Voici une série de billets qui sera consacrée au déclin économique du Québec. Toutes les semaines, deux indicateurs économiques seront juxtaposés, histoire de voir dans quelle direction le Québec évolue…

Voici le poids relatif du Québec dans la fédération canadienne en ce qui a trait à l’utilisation du mazout lourd et à la population totale:

Déclin Tranquille

En 2009 (dernières statistiques disponibles), bien que la population québécoise ne représentait que 23,2% de la population canadienne, 36,1% de tout le mazout lourd utilisé au Canada était brûlé au Québec !  Il y a bien eu une embellie significative au milieu des années 80, mais tous ces gains ont été effacés à partir des années 90.  La proportion de mazout lourd utilisé au Québec a toujours été supérieure à notre poids démographique.

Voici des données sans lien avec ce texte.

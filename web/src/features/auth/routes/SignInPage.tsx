import { Navigate, useLocation } from 'react-router-dom';
import { useSession } from '@web/lib/session';
import { SignInForm } from '../components/SignInForm';
import { SafetyNote } from '@web/components/SafetyNote';
import { Loading } from '@web/components/ui/Spinner';
import type { SignInState } from '@web/app/guards';

/** Only paths inside the app count, so a crafted link cannot send a fresh session elsewhere. */
function returnPath(state: unknown): string {
  const from = (state as SignInState | null)?.from;
  return typeof from === 'string' && from.startsWith('/') && !from.startsWith('//') && !from.startsWith('/sign-in') ? from : '/';
}

export default function SignInPage() {
  const session = useSession();
  const location = useLocation();
  const target = returnPath(location.state);

  if (session.isPending) return <Loading label="Checking your session…" className="justify-center py-24" />;
  if (session.data) return <Navigate to={target} replace />;

  return (
    <div className="flex min-h-dvh flex-col items-center justify-center bg-zinc-100 px-4 py-10">
      <main className="w-full max-w-md">
        <div className="mb-6 text-center">
          <h1 className="text-3xl font-semibold tracking-tight text-accent-800">Prismline</h1>
          <p className="mt-2 text-zinc-600">Test results, control charts and quality records for the mortar plant laboratory</p>
        </div>
        <div className="rounded-lg border border-zinc-200 bg-white px-6 py-6 shadow-sm">
          <h2 className="mb-5 text-lg font-semibold">Sign in</h2>
          <SignInForm />
        </div>
        <SafetyNote className="mt-6 text-center text-sm text-zinc-500" />
      </main>
    </div>
  );
}
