/**
 * Which limits judge which points: each revision from the start of its baseline until a later
 * revision's baseline starts (a later revision whose baseline starts earlier takes over from there),
 * trial limits before the first. Returns the stretches in point order.
 */
function stretchesOf(lotsIn: LotSubgroup[], revisions: LimitRevisionRow[]): Stretch[] {
  const spans: { from: number; revision: LimitRevisionRow }[] = [];
  let until = Infinity;
  for (let k = revisions.length - 1; k >= 0; k--) {
    const from = revisions[k].baselineFrom.getTime();
    if (from >= until) continue;
    spans.unshift({ from, revision: revisions[k] });
    until = from;
  }
  if (lotsIn.length === 0) return [{ from: 0, to: 0, revision: spans.at(-1)?.revision ?? null }];
  const out: Stretch[] = [];
  let span = -1;
  lotsIn.forEach((lot, i) => {
    const t = lot.producedAt.getTime();
    while (span + 1 < spans.length && spans[span + 1].from <= t) span++;
    const revision = span >= 0 ? spans[span].revision : null;
    const last = out.at(-1);
    if (last && last.revision === revision) last.to = i + 1;
    else out.push({ from: i, to: i + 1, revision });
  });
  return out;
}
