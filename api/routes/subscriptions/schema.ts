import { z } from 'zod';

/** POST /api/v1/subscriptions body: a product line or a product, and which alerts. */
export const createSubscriptionSchema = z
  .object({
    lineId: z.number().int().positive().optional(),
    productId: z.number().int().positive().optional(),
    /** E-mail at once on out-of-specification results and points beyond a control limit. */
    immediate: z.boolean(),
    /** The morning digest of the night's new alarms. */
    digest: z.boolean(),
  })
  .refine((s) => (s.lineId === undefined) !== (s.productId === undefined), { message: 'Choose either a product line or a product', path: ['lineId'] })
  .refine((s) => s.immediate || s.digest, { message: 'Choose immediate alerts, the morning digest or both', path: ['immediate'] });

/** PATCH /api/v1/subscriptions/:id body. */
export const updateSubscriptionSchema = z
  .object({ immediate: z.boolean().optional(), digest: z.boolean().optional() })
  .refine((s) => s.immediate !== undefined || s.digest !== undefined, { message: 'Nothing to change' });

export const subscriptionIdParamsSchema = z.object({
  id: z.coerce.number({ message: 'Subscription id must be a number' }).int().positive(),
});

Voici le poids relatif du Québec dans la fédération canadienne en ce qui a trait à l’utilisation du gaz naturel et à la population totale:

Déclin Tranquille

En 2009 (dernières statistiques disponibles), bien que la population québécoise ne représentait que 23,2% de la population canadienne, 8,3% de tout le gaz naturel utilisé au Canada était brûlé au Québec ! Il y a bien eu une légère embellie à la fin des années 80, mais c’est le calme plat depuis. La proportion de gaz naturel utilisé au Québec a toujours été inférieure à notre poids démographique.

Le mazout lourd est un déchet du raffinage pétrolier, est l’un des combustibles fossiles les plus polluants, à l’opposé du spectre, on retrouve le gaz naturel, l’un des combustibles fossiles le plus propres…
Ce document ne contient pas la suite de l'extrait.